California’s laws on individual liability for unauthorized charges on a lost or stolen credit and debit cards mirror the federal laws on the issue. Federal laws cap individual liability on for unauthorized use of one’s credit card at $50, whereas one’s liability for unauthorized use of one’s debit/check card depends on how quickly the loss card is reported to the bank. If the debit/check card is reported loss prior to it being used without the owner’s permission, then the card issuer cannot hold the owner liable for any unauthorized purchases or transfers.
If an unauthorized use occurs before it is reported lost, then one’s liability depends on how fast the card is reported lost to the card issuer. The potential liability on unauthorized use of debit/check cards is limitless. Conclusion: This paper examined the differentiation between an individual’s liabilities for unauthorized charges on lost or stolen credit cards versus debit cards under California laws. Herein both federal and state laws were reviewed.
As state laws are often modeled after federal law, California is not exception and thus, a thorough review of both state and federal laws was necessary. Commencing with an examination of applicable federal laws, it was determined that federal laws differentiate between the unauthorized use of credit cards and debit cards. Such laws limit one’s liability to fifty dollars if one’s credit is stolen and used without permission. The FBCA does not allow credit issuers to hold owners responsible for any unauthorized charges that may occur on the credit after the card is reported stolen.
Unfortunately, if the credit card remains in the owner’s possession and only the credit card number is used, then the owner of the card is not afforded is protection and may be held responsible for any unauthorized purchases or transfers. Conversely, debit/check cards are treated differently. Under federal law, liability for any unauthorized use of a debit/check card depends on how quickly the credit issuer is notified of the card being lost.
The EFTA provides that if a debit/check card is reported missing prior to an unauthorized use, then a card issuer cannot hold the owner of the card responsible for any unauthorized charges or transfers. Should an unauthorized use occur before being reported lost, then one’s liability depends on how quickly the card is reported lost. Next the paper examined California laws on the question presented. Although many consumer articles focus on the question at hand, California laws are focused more on criminal and civil codes rather than liability on behalf of the victim.

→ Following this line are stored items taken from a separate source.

// CaseReport holds the static results of one load case or combination.
type CaseReport struct {
	Name                 string            `json:"name"`
	Combination          bool              `json:"combination"`
	MaxDisplacementM     float64           `json:"max_displacement_m"`
	MaxDisplacementNode  string            `json:"max_displacement_node"`
	MaxUtilisation       float64           `json:"max_utilisation"`
	MaxUtilisationMember string            `json:"max_utilisation_member"`
	EulerMargin          float64           `json:"euler_margin"` // lowest member Euler margin in this case; 0 when none
	EulerMember          string            `json:"euler_member"`
	Feet                 []FootReport      `json:"feet"`
	Supports             []SupportReport   `json:"supports"`
	Members              []MemberReport    `json:"members"`
	Mounts               []MountMotion     `json:"mounts"`
	Equilibrium          EquilibriumReport `json:"equilibrium"`
	Residual             float64           `json:"residual"` // relative ‖K·u − f‖/‖f‖
	Tipping              TippingReport     `json:"tipping"`
	// Tipped: the stand tips under this case (no stable set of feet
	// stays in contact); it has no displacements, forces or reactions,
	// TippedLifted names the feet lifted when it lost its last stable
	// set and Tipping.Factor (at most 1) is where it tips. Absent: false.
	Tipped       bool     `json:"tipped,omitempty"`
	TippedLifted []string `json:"tipped_lifted,omitempty"`
}

// FootReport is the reaction at one foot: the force the floor exerts on
// the stand (FZ positive when the foot presses on the floor).
type FootReport struct {
	Name   string  `json:"name"`
	Node   string  `json:"node"`
	FXN    float64 `json:"fx_n"`
	FYN    float64 `json:"fy_n"`
	FZN    float64 `json:"fz_n"`
	Share  float64 `json:"share"`  // FZ over the sum of FZ of all feet
	Uplift bool    `json:"uplift"` // the foot pulls the stand down (needs an anchor)
	Lifted bool    `json:"lifted"` // a loose foot out of contact
	// Held marks a lifted foot at the point of lifting that friction still
	// holds sideways: its fz_n is 0 but fx_n and fy_n carry the sideways
	// force (springnet.FootResult.Held). Held implies Lifted.
	Held bool `json:"held"`
}

// SupportReport is the reaction at a fixed node (a rigid support).
type SupportReport struct {
	Node string  `json:"node"`
	FXN  float64 `json:"fx_n"`
	FYN  float64 `json:"fy_n"`
	FZN  float64 `json:"fz_n"`
	MXNm float64 `json:"mx_nm"`
	MYNm float64 `json:"my_nm"`
	MZNm float64 `json:"mz_nm"`
}

// MemberReport is the force state of one bar, beam or spring.
type MemberReport struct {
	Name          string  `json:"name"`
	Kind          string  `json:"kind"`           // bar, beam, spring
	AxialN        float64 `json:"axial_n"`        // at end a, tension positive
	MaxMomentNm   float64 `json:"max_moment_nm"`  // largest bending moment at the ends, √(My² + Mz²)
	TensionPa     float64 `json:"tension_pa"`     // largest tensile fibre stress (≥ 0); 0 when not computed
	CompressionPa float64 `json:"compression_pa"` // largest compressive fibre stress as a magnitude (≥ 0)
	Utilisation   float64 `json:"utilisation"`    // fibre stress over strength; 0 when not rated
	Rated         bool    `json:"rated"`          // a utilisation was computed
	Governs       string  `json:"governs"`        // "tension", "compression" or ""
	EulerMargin   float64 `json:"euler_margin"`   // member Euler load over its compression; 0 when not in compression or not rated
	EulerK        float64 `json:"euler_k"`        // effective-length factor of the weaker axis; 0 when none
}

// MountMotion is the displacement of a mount in one case.
type MountMotion struct {
	Name string  `json:"name"`
	UXM  float64 `json:"ux_m"`
	UYM  float64 `json:"uy_m"`
	UZM  float64 `json:"uz_m"`
}

// EquilibriumReport compares applied loads and reactions.
type EquilibriumReport struct {
	AppliedN    [3]float64 `json:"applied_n"`
	ReactionsN  [3]float64 `json:"reactions_n"`
	ForceError  float64    `json:"force_error"`  // relative
	MomentError float64    `json:"moment_error"` // relative
}

// TippingReport is the tipping margin of a case on loose feet.
type TippingReport struct {
	Found    bool    `json:"found"`  // some factor on the non-gravity loads tips the stand
	Factor   float64 `json:"factor"` // that factor; 0 when not found
	LastFoot string  `json:"last_foot,omitempty"`
	Note     string  `json:"note,omitempty"` // why no factor was found, when the path stopped without an answer
}

// BucklingReport holds the lowest whole-frame buckling load factors of
// one load case: the factors on all of the case's loads (self-weight
// included) at which the stand buckles.
type BucklingReport struct {
	Case    string    `json:"case"`
	Factors []float64 `json:"factors"` // ascending; empty when none is positive
	Note    string    `json:"note,omitempty"`
}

The statutes are more heavily geared towards determining credit card fraud as a felony and the penalties for committing such fraud. California laws consider credit card fraud to be a felony. Title 1. 3 of the California Statutes mirrors federal laws in that is caps an individual’s maximum liability for unauthorized use of one’s credit card at $50. California statues are silent as to individual liability with respect to debt/check cards, yet the legal trend seems to fall in line with the federal laws and differentiate between credit and debit cards in a similar manner.